# john Cleese TomTom voice - Buy Meters or Yards version?



## ehMax (Feb 17, 2000)

Ok... I feel pretty stupid this morning. 

I want to buy the John Cleese voice for my TomTom GPS today for a bit of fun. There is the meters and yards version, and I'm confused on the best one to buy for Canada.  

After Googling for 15 minutes, I'm still confused. 

And no, I am not smarter than a 5th grader apparently.  

Any help?


----------



## rgray (Feb 15, 2005)

Uh... Canadian road signs are in metres..... Seems a slam-dunk....  

My Garmin can't accept new voices, but if it did I'd want the voice Father Jack on Father Ted..... a lot of "Earse" and "Feck" and "****e" and holler "Drink" every time I pass a pub.... :clap:


----------



## Chris (Feb 8, 2001)

The question to answer is, how do you think; in Imperial or Metric units? Now, I have zero experience with this type of technology, but it strikes me that if the bulk of your travelling is in Canada, the metric version would be more useful. Since all signs are in kilometres or metres, that would dovetail nicely into your navigation. OTOH, if you are planning to use your TomTom for travelling in the US, then an Imperial version would work better down there, to integrate the guidance from the GPS with road signs, etc.

Frankly, I am surprised that there are two versions. I guess I'm just used to flipping a switch to go from Imperial to Metric on things like bathroom scales or electronic dashboards, and I would expect something like a GPS to be able to do that pretty seamlessly. But, as I noted above, I have no experience with GPS technology.

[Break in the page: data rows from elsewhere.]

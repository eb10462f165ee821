using System.Runtime.CompilerServices;
using System.Runtime.InteropServices;
using System.Runtime.Intrinsics;

namespace MemberScan.Statics.Sparse;

/// <summary>Dense Cholesky of a panel and the product that updates what is below it, on vectors of eight numbers whatever the processor has.</summary>
/// <remarks>
/// Matrices are column-major, of which the lower part counts; what stands above the diagonal is overwritten with anything. Every sum is
/// taken in one fixed sequence, so results do not hang on the number of threads.
/// </remarks>
internal static class DenseKernel
{
    /// <summary>Rows of a packed panel; numbers of a vector.</summary>
    public const int Lane = 8;

    /// <summary>Columns packed at a time: a panel of 8 rows fits the first cache.</summary>
    public const int Depth = 256;

    // Panels of rows gone through together: they stay in the second cache.
    private const int PanelsTogether = 24;

    // A block of C that reaches beyond its matrix is worked on in the last numbers of the room for packing.
    private const int EdgeLength = 3 * Lane * Lane;

    /// <summary>Room for packing so many rows.</summary>
    public static int PackLength(int rows) => (rows + Lane - 1) / Lane * Lane * Depth + EdgeLength;

    /// <summary>Factors the first columns of a matrix: they become those of L, lower triangle and below.</summary>
    /// <param name="a">The panel, columns of the given height.</param>
    /// <param name="height">Rows, and distance of columns.</param>
    /// <param name="columns">Columns to factor.</param>
    /// <param name="pack">Room of <see cref="PackLength"/> of the height.</param>
    /// <param name="least">Smallest pivot accepted.</param>
    /// <param name="smallest">Smallest pivot met so far, before its root is taken, and its column.</param>
    /// <returns>The column whose pivot is too small; −1 where all went well.</returns>
    public static int Factor(double[] a, int height, int columns, double[] pack, double least, ref (double Pivot, int Column) smallest) =>
        Factor(a, height, 0, columns, pack, least, ref smallest);

    /// <summary>Takes the product of the lower rows of a panel with themselves from a square matrix: <c>C −= L·Lᵀ</c>, lower triangle.</summary>
    /// <param name="panel">The panel.</param>
    /// <param name="height">Its rows, and distance of columns.</param>
    /// <param name="columns">Its columns.</param>
    /// <param name="c">The square matrix of the rows below the first <paramref name="columns"/>, column-major.</param>
    /// <param name="pack">Room of <see cref="PackLength"/> of the height.</param>
    public static void Update(double[] panel, int height, int columns, double[] c, double[] pack)
    {
        var rows = height - columns;
        for (var from = 0; from < columns; from += Depth)
        {
            var depth = Math.Min(Depth, columns - from);
            Pack(panel, height, columns, rows, from, depth, pack);
            Subtract(c, 0, rows, rows, rows, pack, depth);
        }
    }

    // Left half, its effect on the right half, right half: the widest products first.
    private static int Factor(double[] a, int height, int from, int to, double[] pack, double least, ref (double Pivot, int Column) smallest)
    {
        if (to - from <= Lane) return Leaf(a, height, from, to, least, ref smallest);

        var middle = from + Math.Max(Lane, (to - from) / 2 / Lane * Lane);
        var failed = Factor(a, height, from, middle, pack, least, ref smallest);
        if (failed >= 0) return failed;

        for (var at = from; at < middle; at += Depth)
        {
            var depth = Math.Min(Depth, middle - at);
            Pack(a, height, middle, height - middle, at, depth, pack);
            Subtract(a, middle * height + middle, height, height - middle, to - middle, pack, depth);
        }

        return Factor(a, height, middle, to, pack, least, ref smallest);
    }

    private static int Leaf(double[] a, int height, int from, int to, double least, ref (double Pivot, int Column) smallest)
    {
        for (var j = from; j < to; j++)
        {
            var column = a.AsSpan(j * height + j, height - j);
            var pivot = column[0];
            if (pivot < smallest.Pivot) smallest = (pivot, j);
            if (!(pivot > least)) return j;

            var root = Math.Sqrt(pivot);
            column[0] = root;
            Scale(column[1..], 1 / root);
            for (var k = j + 1; k < to; k++) SubtractScaled(a.AsSpan(k * height + k, height - k), column[(k - j)..], column[k - j]);
        }

        return -1;
    }

    private static void Scale(Span<double> x, double factor)
    {
        ref var start = ref MemoryMarshal.GetReference(x);
        var (i, f) = (0, Vector512.Create(factor));
        for (; i + Lane <= x.Length; i += Lane) (Vector512.LoadUnsafe(ref start, (nuint)i) * f).StoreUnsafe(ref start, (nuint)i);
        for (; i < x.Length; i++) x[i] *= factor;
    }

    /// <summary><c>x −= factor·y</c>.</summary>
    public static void SubtractScaled(Span<double> x, ReadOnlySpan<double> y, double factor)
    {
        ref var a = ref MemoryMarshal.GetReference(x);
        ref var b = ref MemoryMarshal.GetReference(y);
        var (i, f) = (0, Vector512.Create(-factor));
        for (; i + Lane <= x.Length; i += Lane)
            Vector512.FusedMultiplyAdd(Vector512.LoadUnsafe(ref b, (nuint)i), f, Vector512.LoadUnsafe(ref a, (nuint)i)).StoreUnsafe(ref a, (nuint)i);
        for (; i < x.Length; i++) x[i] = Math.FusedMultiplyAdd(y[i], -factor, x[i]);
    }

    /// <summary>Scalar product, in eight sums that are joined at the end.</summary>
    public static double Dot(ReadOnlySpan<double> x, ReadOnlySpan<double> y)
    {
        ref var a = ref MemoryMarshal.GetReference(x);
        ref var b = ref MemoryMarshal.GetReference(y);
        var (s0, s1, i) = (Vector512<double>.Zero, Vector512<double>.Zero, 0);
        for (; i + 2 * Lane <= x.Length; i += 2 * Lane)
        {
            s0 = Vector512.FusedMultiplyAdd(Vector512.LoadUnsafe(ref a, (nuint)i), Vector512.LoadUnsafe(ref b, (nuint)i), s0);
            s1 = Vector512.FusedMultiplyAdd(Vector512.LoadUnsafe(ref a, (nuint)(i + Lane)), Vector512.LoadUnsafe(ref b, (nuint)(i + Lane)), s1);
        }

        var sum = Vector512.Sum(s0 + s1);
        for (; i < x.Length; i++) sum = Math.FusedMultiplyAdd(x[i], y[i], sum);
        return sum;
    }

    // Rows [row, row + rows) of some columns, in panels of eight rows, column after column; the last panel is filled up with zeros.
    private static void Pack(double[] a, int height, int row, int rows, int column, int depth, double[] pack)
    {
        ref var target = ref MemoryMarshal.GetArrayDataReference(pack);
        ref var source = ref MemoryMarshal.GetArrayDataReference(a);
        var full = rows / Lane;
        for (var panel = 0; panel < full; panel++)
        {
            for (var p = 0; p < depth; p++)
                Vector512.LoadUnsafe(ref source, (nuint)((column + p) * height + row + panel * Lane)).StoreUnsafe(ref target, (nuint)((panel * depth + p) * Lane));
        }

        var rest = rows - full * Lane;
        if (rest == 0) return;

        var last = pack.AsSpan(full * depth * Lane, depth * Lane);
        last.Clear();
        for (var p = 0; p < depth; p++)
            for (var i = 0; i < rest; i++) last[p * Lane + i] = a[(column + p) * height + row + full * Lane + i];
    }

    // C −= P·Pᵀ for the first columns of the lower triangle; C begins at an offset of its array.
    private static void Subtract(double[] c, int offset, int distance, int rows, int columns, double[] pack, int depth)
    {
        ref var target = ref Unsafe.Add(ref MemoryMarshal.GetArrayDataReference(c), offset);
        ref var p = ref MemoryMarshal.GetArrayDataReference(pack);
        var (rowPanels, columnPanels, size) = ((rows + Lane - 1) / Lane, (columns + Lane - 1) / Lane, depth * Lane);
        var edge = pack.AsSpan(pack.Length - EdgeLength);
        for (var together = 0; together < rowPanels; together += PanelsTogether)
        {
            var end = Math.Min(together + PanelsTogether, rowPanels);
            for (var j = 0; j < Math.Min(columnPanels, end); j++)
            {
                var isWhole = (j + 1) * Lane <= columns;
                for (var i = Math.Max(together, j); i < end;)
                {
                    var three = i + 3 <= end;
                    var (width, high) = (three ? 3 : 1, (three ? 3 : 1) * Lane);
                    ref var at = ref Unsafe.Add(ref target, j * Lane * distance + i * Lane);
                    var isInside = isWhole && i * Lane + high <= rows;
                    if (!isInside)
                    {
                        Copy(c, offset, distance, i * Lane, rows, j * Lane, columns, edge, high);
                        at = ref Unsafe.Add(ref p, pack.Length - EdgeLength);
                    }

                    if (three) Tile24(ref at, isInside ? distance : high, ref Unsafe.Add(ref p, i * size), size, ref Unsafe.Add(ref p, j * size), depth);
                    else Tile8(ref at, isInside ? distance : high, ref Unsafe.Add(ref p, i * size), ref Unsafe.Add(ref p, j * size), depth);
                    if (!isInside) CopyBack(edge, high, c, offset, distance, i * Lane, rows, j * Lane, columns);
                    i += width;
                }
            }
        }
    }

    private static void Copy(double[] c, int offset, int distance, int row, int rows, int column, int columns, Span<double> edge, int high)
    {
        edge.Clear();
        for (var j = 0; j < Math.Min(Lane, columns - column); j++)
            c.AsSpan(offset + (column + j) * distance + row, Math.Min(high, rows - row)).CopyTo(edge[(j * high)..]);
    }

    private static void CopyBack(ReadOnlySpan<double> edge, int high, double[] c, int offset, int distance, int row, int rows, int column, int columns)
    {
        for (var j = 0; j < Math.Min(Lane, columns - column); j++)
            edge.Slice(j * high, Math.Min(high, rows - row)).CopyTo(c.AsSpan(offset + (column + j) * distance + row));
    }

    // 24 × 8 numbers of C stay in registers while the columns of both panels pass: one piece, or they would not.
    [MethodImpl(MethodImplOptions.AggressiveOptimization)]
    private static void Tile24(ref double c, int distance, ref double a, int panel, ref double b, int depth)
    {
        var (c00, c01, c02) = (Vector512<double>.Zero, Vector512<double>.Zero, Vector512<double>.Zero);
        var (c10, c11, c12) = (c00, c00, c00);
        var (c20, c21, c22) = (c00, c00, c00);
        var (c30, c31, c32) = (c00, c00, c00);
        var (c40, c41, c42) = (c00, c00, c00);
        var (c50, c51, c52) = (c00, c00, c00);
        var (c60, c61, c62) = (c00, c00, c00);
        var (c70, c71, c72) = (c00, c00, c00);
        ref var a1 = ref Unsafe.Add(ref a, panel);
        ref var a2 = ref Unsafe.Add(ref a, 2 * panel);
        for (nuint p = 0; p < (nuint)(depth * Lane); p += Lane)
        {
            var (x0, x1, x2) = (Vector512.LoadUnsafe(ref a, p), Vector512.LoadUnsafe(ref a1, p), Vector512.LoadUnsafe(ref a2, p));
            var y = Vector512.Create(Unsafe.Add(ref b, p));
            (c00, c01, c02) = (Vector512.FusedMultiplyAdd(x0, y, c00), Vector512.FusedMultiplyAdd(x1, y, c01), Vector512.FusedMultiplyAdd(x2, y, c02));
            y = Vector512.Create(Unsafe.Add(ref b, p + 1));
            (c10, c11, c12) = (Vector512.FusedMultiplyAdd(x0, y, c10), Vector512.FusedMultiplyAdd(x1, y, c11), Vector512.FusedMultiplyAdd(x2, y, c12));
            y = Vector512.Create(Unsafe.Add(ref b, p + 2));
            (c20, c21, c22) = (Vector512.FusedMultiplyAdd(x0, y, c20), Vector512.FusedMultiplyAdd(x1, y, c21), Vector512.FusedMultiplyAdd(x2, y, c22));
            y = Vector512.Create(Unsafe.Add(ref b, p + 3));
            (c30, c31, c32) = (Vector512.FusedMultiplyAdd(x0, y, c30), Vector512.FusedMultiplyAdd(x1, y, c31), Vector512.FusedMultiplyAdd(x2, y, c32));
            y = Vector512.Create(Unsafe.Add(ref b, p + 4));
            (c40, c41, c42) = (Vector512.FusedMultiplyAdd(x0, y, c40), Vector512.FusedMultiplyAdd(x1, y, c41), Vector512.FusedMultiplyAdd(x2, y, c42));
            y = Vector512.Create(Unsafe.Add(ref b, p + 5));
            (c50, c51, c52) = (Vector512.FusedMultiplyAdd(x0, y, c50), Vector512.FusedMultiplyAdd(x1, y, c51), Vector512.FusedMultiplyAdd(x2, y, c52));
            y = Vector512.Create(Unsafe.Add(ref b, p + 6));
            (c60, c61, c62) = (Vector512.FusedMultiplyAdd(x0, y, c60), Vector512.FusedMultiplyAdd(x1, y, c61), Vector512.FusedMultiplyAdd(x2, y, c62));
            y = Vector512.Create(Unsafe.Add(ref b, p + 7));
            (c70, c71, c72) = (Vector512.FusedMultiplyAdd(x0, y, c70), Vector512.FusedMultiplyAdd(x1, y, c71), Vector512.FusedMultiplyAdd(x2, y, c72));
        }

        Take(ref c, c00, c01, c02);
        Take(ref Unsafe.Add(ref c, distance), c10, c11, c12);
        Take(ref Unsafe.Add(ref c, 2 * distance), c20, c21, c22);
        Take(ref Unsafe.Add(ref c, 3 * distance), c30, c31, c32);
        Take(ref Unsafe.Add(ref c, 4 * distance), c40, c41, c42);
        Take(ref Unsafe.Add(ref c, 5 * distance), c50, c51, c52);
        Take(ref Unsafe.Add(ref c, 6 * distance), c60, c61, c62);
        Take(ref Unsafe.Add(ref c, 7 * distance), c70, c71, c72);
    }

    [MethodImpl(MethodImplOptions.AggressiveInlining)]
    private static void Take(ref double c, Vector512<double> v0, Vector512<double> v1, Vector512<double> v2)
    {
        (Vector512.LoadUnsafe(ref c) - v0).StoreUnsafe(ref c);
        (Vector512.LoadUnsafe(ref c, Lane) - v1).StoreUnsafe(ref c, Lane);
        (Vector512.LoadUnsafe(ref c, 2 * Lane) - v2).StoreUnsafe(ref c, 2 * Lane);
    }

    [MethodImpl(MethodImplOptions.AggressiveOptimization)]
    private static void Tile8(ref double c, int distance, ref double a, ref double b, int depth)
    {
        var (c0, c1, c2, c3) = (Vector512<double>.Zero, Vector512<double>.Zero, Vector512<double>.Zero, Vector512<double>.Zero);
        var (c4, c5, c6, c7) = (c0, c0, c0, c0);
        for (nuint p = 0; p < (nuint)(depth * Lane); p += Lane)
        {
            var x = Vector512.LoadUnsafe(ref a, p);
            c0 = Vector512.FusedMultiplyAdd(x, Vector512.Create(Unsafe.Add(ref b, p)), c0);
            c1 = Vector512.FusedMultiplyAdd(x, Vector512.Create(Unsafe.Add(ref b, p + 1)), c1);
            c2 = Vector512.FusedMultiplyAdd(x, Vector512.Create(Unsafe.Add(ref b, p + 2)), c2);
            c3 = Vector512.FusedMultiplyAdd(x, Vector512.Create(Unsafe.Add(ref b, p + 3)), c3);
            c4 = Vector512.FusedMultiplyAdd(x, Vector512.Create(Unsafe.Add(ref b, p + 4)), c4);
            c5 = Vector512.FusedMultiplyAdd(x, Vector512.Create(Unsafe.Add(ref b, p + 5)), c5);
            c6 = Vector512.FusedMultiplyAdd(x, Vector512.Create(Unsafe.Add(ref b, p + 6)), c6);
            c7 = Vector512.FusedMultiplyAdd(x, Vector512.Create(Unsafe.Add(ref b, p + 7)), c7);
        }

        Take(ref c, c0);
        Take(ref Unsafe.Add(ref c, distance), c1);
        Take(ref Unsafe.Add(ref c, 2 * distance), c2);
        Take(ref Unsafe.Add(ref c, 3 * distance), c3);
        Take(ref Unsafe.Add(ref c, 4 * distance), c4);
        Take(ref Unsafe.Add(ref c, 5 * distance), c5);
        Take(ref Unsafe.Add(ref c, 6 * distance), c6);
        Take(ref Unsafe.Add(ref c, 7 * distance), c7);
    }

    [MethodImpl(MethodImplOptions.AggressiveInlining)]
    private static void Take(ref double c, Vector512<double> v) => (Vector512.LoadUnsafe(ref c) - v).StoreUnsafe(ref c);
}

Let us know what you decide!


----------



## Macified (Sep 18, 2003)

If you get the imperial version, the onscreen prompts won't exactly match up with the voice prompts. On screen, it might indicate a turn in 300 meter but the voice will say something else. As far as I can tell, the unit seems to do a calculation so that the voice prompts are at the right time in relation to the on screen.


----------



## SINC (Feb 16, 2001)

Chris said:


> Frankly, I am surprised that there are two versions. I guess I'm just used to flipping a switch to go from Imperial to Metric on things like bathroom scales or electronic dashboards, and I would expect something like a GPS to be able to do that pretty seamlessly. But, as I noted above, I have no experience with GPS technology.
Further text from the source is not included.